Tool launched to help buyers spot bid-rigging

30 November 2017

The Competition and Markets Authority (CMA) is rolling out a tool that could help public sector buyers spot bid-rigging.

The tool allows buyers to scan their own datasets in-house and flags up the typical signs of bid-rigging, including suspicious numbers or bidding patterns, suspicious pricing and low endeavour entries.

Speaking at the Local Government Procurement Expo in London last week, John Kirkpatrick, senior director for advocacy at the CMA, said when a cartel overcharges, prices can increase by up to 30%. “That’s a non trivial sum, so there’s a lot of money involved here,” he said.

Bid-rigging is a form of non-competitive behaviour where businesses collude to decide who will win beforehand. It can happen in various ways, including bid suppression – where a company agrees not to bid – withdrawing bids, market allocation, bid rotation and cover pricing – where the win price is pre-decided.

Bid-rigging agreements usually include some form of compensation for the losing parties, meaning everyone in the cartel wins but the supplier pays more.
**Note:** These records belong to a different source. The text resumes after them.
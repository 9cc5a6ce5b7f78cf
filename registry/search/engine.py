"""Run a structure search: filter measurements in SQL, screen, confirm with RDKit, return rows.

Order of work, cheapest first, all on one read snapshot of the registry: (1) the measurement
filters run in SQL and give the compounds that have a qualifying barrier; (2) the screens and
RDKit's confirmation (:mod:`.matching`) find the compounds that contain the query, or the
similarity search (:mod:`.similarity`) ranks them; (3) the measurements of those compounds are
picked from the measurement listing (:mod:`.listing`) on a SQLite file, or read through SQL
(:meth:`~registry.storage.connection.Connection.rows_where_in`) elsewhere, and sorted.
"""

from __future__ import annotations

import time
from collections import Counter
from collections.abc import Sequence
from operator import itemgetter
from typing import Any

import numpy as np

from registry.errors import UsageError
from registry.record.fields import LISTING_SELECT
from registry.search.filters import Filters, Where, conditions
from registry.search.index import ScreenIndex, load_index
from registry.search.listing import Listing, load_listing
from registry.search.matching import SearchStats, match_atoms, search_positions
from registry.search.patterns import Query
from registry.search.result import (
    ROW_COLUMNS,
    FindResult,
    first_seen_counts,
    sort_key,
    sort_rows,
    unique,
)
from registry.storage.connection import Connection
from registry.storage.database import Database

#: warn when a pattern matches more than this fraction of the compounds searched …
BROAD_FRACTION = 0.9
#: … and at least this many of them
BROAD_MIN = 50


def _filtered(conn: Connection, where: Where) -> tuple[np.ndarray, np.ndarray]:
    """The measurements passing the filters and their compounds: two sorted, unique id arrays."""
    rows = conn.rows(
        f"SELECT m.id, m.compound_id FROM measurement m{where.joins()} WHERE {where.sql()} "
        "ORDER BY m.id",
        where.params,
    )
    ids = np.fromiter((r[0] for r in rows), dtype=np.int64, count=len(rows))
    compounds = np.fromiter((r[1] for r in rows), dtype=np.int64, count=len(rows))
    return ids, unique(compounds)


def rows_for(conn: Connection, where: Where, compound_ids: Sequence[int]) -> list[tuple[Any, ...]]:
    """The measurements (joined with compound and process) of these compounds that pass the
    filters, as tuples in :data:`.result.ROW_COLUMNS` order."""
    return conn.rows_where_in(
        f"{LISTING_SELECT} WHERE {where.sql()}", "m.compound_id", compound_ids, where.params
    )


def rows_at(
    conn: Connection, where: Where, compound_ids: Sequence[int], at_t_k: float
) -> tuple[tuple[str, ...], list[tuple[Any, ...]]]:
    """:func:`rows_for` with ΔG‡ at a common temperature (see :mod:`.at_temperature`)."""
    from registry.record.fields import LISTING_COLUMNS, LISTING_FROM
    from registry.search.at_temperature import AT_COLUMNS, finish_tuples

    chosen = {**LISTING_COLUMNS, **AT_COLUMNS}
    sql = f"SELECT {', '.join(chosen.values())} FROM {LISTING_FROM} WHERE {where.sql()}"
    rows = conn.rows_where_in(sql, "m.compound_id", compound_ids, {**where.params, "at_t": at_t_k})
    return finish_tuples(tuple(chosen), rows)


def _check(
    query: Query | None, similar: str | None, min_similarity: float, limit: int | None
) -> None:
    if (query is None) == (similar is None):
        raise UsageError("give exactly one of smarts, smiles, motif or similar")
    if similar is not None and not 0.0 < min_similarity <= 1.0:
        raise UsageError(f"min_similarity {min_similarity}: give a number in (0, 1]")
    if limit is not None and limit <= 0:
        raise UsageError(f"limit {limit}: give a positive whole number")


def find(
    database: Database,
    *,
    query: Query | None = None,
    similar: str | None = None,
    min_similarity: float = 0.6,
    filters: Filters | None = None,
    sort: str | None = None,
    limit: int | None = None,
    atoms: bool = False,
    threads: int | None = None,
    rebuild_index: bool = False,
    output: str = "rows",
    include_flagged: bool = False,
) -> FindResult:
    """Every measurement on a compound that matches ``query`` (or is similar to ``similar``).

    Nothing is capped: ``limit`` only shortens the returned rows (``total_rows`` says how many
    there were). ``atoms`` adds the matched atom indices of each compound for highlighting.
    ``output="csv"`` is for a caller that will only call :meth:`FindResult.write_csv`: on a
    SQLite registry the rows then stay ready CSV lines of the measurement listing. Every row
    carries ``flagged``; ``include_flagged`` lets flagged values into the result's aggregates
    (:meth:`FindResult.compound_table`).
    """
    # long: the steps share one read snapshot, from the first cache check to the last row
    _check(query, similar, min_similarity, limit)
    if output not in ("rows", "csv"):
        raise ValueError(f"output={output!r}: 'rows' or 'csv'")
    column, descending = sort_key(sort, similar is not None)
    filters = filters or Filters()
    at = filters.at_t_k
    if at is not None and column == "dg_kj_mol":
        column = "dg_at_kj_mol"  # the barrier at the common temperature
    stats = SearchStats()
    warnings: list[str] = []
    with database.read() as conn:
        t0 = time.perf_counter()
        index = load_index(database, conn, rebuild=rebuild_index)
        warnings += index.take_notes()
        stats.indexed = len(index)
        where = conditions(conn, filters)
        listing = (  # ΔG‡ at a common temperature is computed in SQL: no ready listing rows
            None
            if similar is not None or at is not None
            else load_listing(database, conn, rebuild=rebuild_index)
        )
        if listing is not None:
            warnings += listing.take_notes()
        stats.seconds["caches"] = time.perf_counter() - t0
        allowed_ids = None
        positions = np.arange(len(index), dtype=np.int64)
        if filters.active():
            allowed_ids, allowed = _filtered(conn, where)
            positions = index.positions_of(allowed)
        stats.searched = int(positions.size)
        similarity: dict[int, float] = {}
        if query is not None:
            hit_positions = search_positions(
                index, query, positions, threads=threads, stats=stats, conn=conn
            )
            description = {"kind": query.kind, "text": query.text,
                           "smarts": list(query.pattern_texts), "stereo": query.stereo}  # fmt: skip
        else:
            hit_positions, similarity = _similar(
                database, conn, index, positions, similar or "", min_similarity, stats
            )
            description = {"kind": "similar", "text": similar, "min_similarity": min_similarity}
        t3 = time.perf_counter()
        hit_ids = index.ids[hit_positions]
        if listing is not None:
            picked = listing.pick(hit_ids, allowed_ids, filters.include_retracted)
            table, columns, total, counts, returned, csv_body = _picked(
                listing, conn, picked, (column, descending), limit, output == "csv" and not atoms,
                stats,
            )  # fmt: skip
        else:
            if at is not None:
                columns, table = rows_at(conn, where, hit_ids.tolist(), at)
            else:
                table, columns = rows_for(conn, where, hit_ids.tolist()), ROW_COLUMNS
            table, columns, total, counts, returned = _arrange(
                table, columns, similarity, column, descending, limit, stats
            )
            csv_body = None
    stats.seconds["rows"] = time.perf_counter() - t3
    if query is not None:
        warnings += _broad(stats)
    compounds = _compounds(index, hit_positions, counts, similarity, query if atoms else None)
    if atoms and query is not None:
        by_id = {c["compound_id"]: c["atoms"] for c in compounds}
        of_compound = itemgetter(columns.index("compound_id"))
        table = [(*t, by_id[of_compound(t)]) for t in table]
        columns = (*columns, "match_atoms")
    description["filters"] = filters.describe()
    return FindResult(
        description, columns, table, compounds, stats, warnings, total, returned, csv_body,
        include_flagged=include_flagged,
    )  # fmt: skip


def _broad(stats: SearchStats) -> list[str]:
    """A warning when the pattern matches nearly everything searched (it says little then)."""
    if stats.searched < BROAD_MIN or stats.matched <= BROAD_FRACTION * stats.searched:
        return []
    return [
        f"the pattern matches {stats.matched:,} of {stats.searched:,} compounds searched "
        f"({100.0 * stats.matched / stats.searched:.0f}%); a more specific pattern or "
        "filters would say more"
    ]


def _similar(
    database: Database,
    conn: Connection,
    index: ScreenIndex,
    positions: np.ndarray,
    smiles: str,
    min_similarity: float,
    stats: SearchStats,
) -> tuple[np.ndarray, dict[int, float]]:
    """Positions at least ``min_similarity`` similar to ``smiles``, and each one's score."""
    from registry.search import index as screening
    from registry.search.patterns import compile_smiles
    from registry.search.similarity import (
        morgan_generator,
        morgan_words,
        similarity_index,
        tanimoto,
    )

    t0 = time.perf_counter()
    mol = compile_smiles(smiles, field="similar")
    query_words = morgan_words(mol.ToBinary(), morgan_generator())
    state = screening.index_state(conn)
    fps = similarity_index(database, index, state)
    scores = tanimoto(fps[:, positions], query_words) if positions.size else np.zeros(0)
    keep = scores >= min_similarity - 1e-12
    hits = positions[keep]
    similarity = {int(index.ids[p]): float(s) for p, s in zip(hits, scores[keep], strict=True)}
    stats.screened = stats.matched = int(hits.size)
    stats.seconds["similarity"] = time.perf_counter() - t0
    return hits, similarity


def _picked(
    listing: Listing,
    conn: Connection,
    picked: np.ndarray,
    order: tuple[str, bool],
    limit: int | None,
    as_lines: bool,
    stats: SearchStats,
) -> tuple[list[tuple[Any, ...]], tuple[str, ...], int, list[tuple[int, int]], int, bytes | None]:
    """The listing's positions sorted and cut to ``limit``, as rows read by id or as ready CSV
    lines; (rows, columns, total, rows per compound in first-seen order, returned, lines)."""
    stats.with_rows = int(unique(listing.compound_ids[picked]).size)
    picked = listing.order(picked, *order)
    total = int(picked.size)
    picked = picked if limit is None else picked[:limit]
    counts = first_seen_counts(listing.compound_ids[picked])
    if as_lines:
        return [], ROW_COLUMNS, total, counts, int(picked.size), listing.lines(picked)
    return listing.table(picked, conn), ROW_COLUMNS, total, counts, int(picked.size), None


def _arrange(
    table: list[tuple[Any, ...]],
    columns: tuple[str, ...],
    similarity: dict[int, float],
    column: str,
    descending: bool,
    limit: int | None,
    stats: SearchStats,
) -> tuple[list[tuple[Any, ...]], tuple[str, ...], int, list[tuple[int, int]], int]:
    """Rows read through SQL: scored, sorted and cut to ``limit`` (the listing does this with
    numpy); (rows, columns, total, rows per compound in first-seen order, returned)."""
    of_compound = itemgetter(columns.index("compound_id"))
    if similarity:
        table = [(*t, round(similarity[of_compound(t)], 4)) for t in table]
        columns = (*columns, "similarity")
    stats.with_rows = len(set(map(of_compound, table)))
    sort_rows(table, columns, column, descending)
    total = len(table)
    if limit is not None:
        table = table[:limit]
    counts = list(Counter(map(of_compound, table)).items())  # first-seen order, as the rows
    return table, columns, total, counts, len(table)


def _compounds(
    index: ScreenIndex,
    hit_positions: np.ndarray,
    counts: list[tuple[int, int]],
    similarity: dict[int, float],
    atoms_of: Query | None,
) -> list[dict[str, Any]]:
    """One entry per compound with rows: its measurement count, similarity, matched atoms."""
    position_of: dict[int, int] = {}
    if atoms_of is not None:
        ids = index.ids[hit_positions].tolist()
        position_of = dict(zip(ids, hit_positions.tolist(), strict=True))
    out = []
    for cid, n in counts:
        entry: dict[str, Any] = {"compound_id": cid, "measurements": n}
        if similarity:
            entry["similarity"] = round(similarity[cid], 4)
        if atoms_of is not None:
            entry["atoms"] = match_atoms(index.mol_binary(position_of[cid]), atoms_of)
        out.append(entry)
    return out


def brute_force(database: Database, query: Query) -> list[int]:
    """Compound ids matching ``query`` by parsing every stored SMILES and matching — no screen.

    The reference the tests compare :func:`find` against.
    """
    from registry.search.patterns import _rdkit

    Chem = _rdkit()
    out = []
    with database.read() as conn:
        rows = conn.rows("SELECT id, smiles_canonical, mol_binary FROM compound ORDER BY id")
    for cid, smiles, binary in rows:
        if binary is None:
            continue
        mol = Chem.MolFromSmiles(smiles) if smiles else None
        if mol is None:
            mol = Chem.Mol(bytes(binary))
        if any(mol.HasSubstructMatch(q, useChirality=query.stereo) for q in query.mols):
            out.append(int(cid))
    return out


def motif_matches(
    database: Database, names: Sequence[str] | None = None, *, threads: int | None = None
) -> dict[str, list[int]]:
    """Compound ids per motif (built-in and the registry's own), e.g. to group barriers by motif.

    Uses the same screen and confirmation as :func:`find`; a compound may appear under several
    motifs.
    """
    from registry.search.motifs import get_motif, list_motifs
    from registry.search.patterns import build_query

    with database.read() as conn:
        index = load_index(database, conn)
        wanted = list(names) if names is not None else [m.name for m in list_motifs(database)]
        out: dict[str, list[int]] = {}
        for name in wanted:
            query = build_query(motif=get_motif(name, database))
            out[name] = index.ids[search_positions(index, query, threads=threads)].tolist()
    return out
In the UE, half of cartel enforcement involves bid-rigging, said Kirkpatrick.

“There are sometimes characteristics of public sector tender processes which are quite attractive to the cartelists,” he said. “They look promising, they look like fruitful territory for people who want to rig the bids.”

While there are some sectors that are more prone to bid-rigging, in Europe it has been found everywhere from the procurement of heavy equipment including fire engines, to professional services and insurance.

“Recently the Italian competition authority has successfully fined the big four accountancy companies for bids to manage their own structural funds administration,” said Kirkpatrick.

“Slightly embarrassing, I grant you. But it does go to show this kind of behaviour is not limited to a few local business people meeting in a pub to stitch things up.”

The tool, which is being made publicly available, uses data that procurement departments should already have and scans it for signs of bid-rigging. While it can not definitively say where bid-rigging has happened, it can flag up tenders that might need to be investigated more closely.

Procurement departments are not required to share any of their data with CMA to use the tool. “You can analyse your own data on it, and then what we’d like you to do is share your experience with us and with one another.

“The advantage of this is that nobody needs to share their data with anybody, if you’ve got commercially confidential material in there which you don’t want to distribute… The only thing we ask is you tell us what sort of experience you’ve had using the tool, and if you’ve found anything, report it to us.” 

Kirkpatrick said he hopes this tool will just be the first version, and that other organisations will be able to use it as a starting point to build more sophisticated detection methods.

CMA has previously released free online modules to help procurement professionals spot the signs of bid-rigging.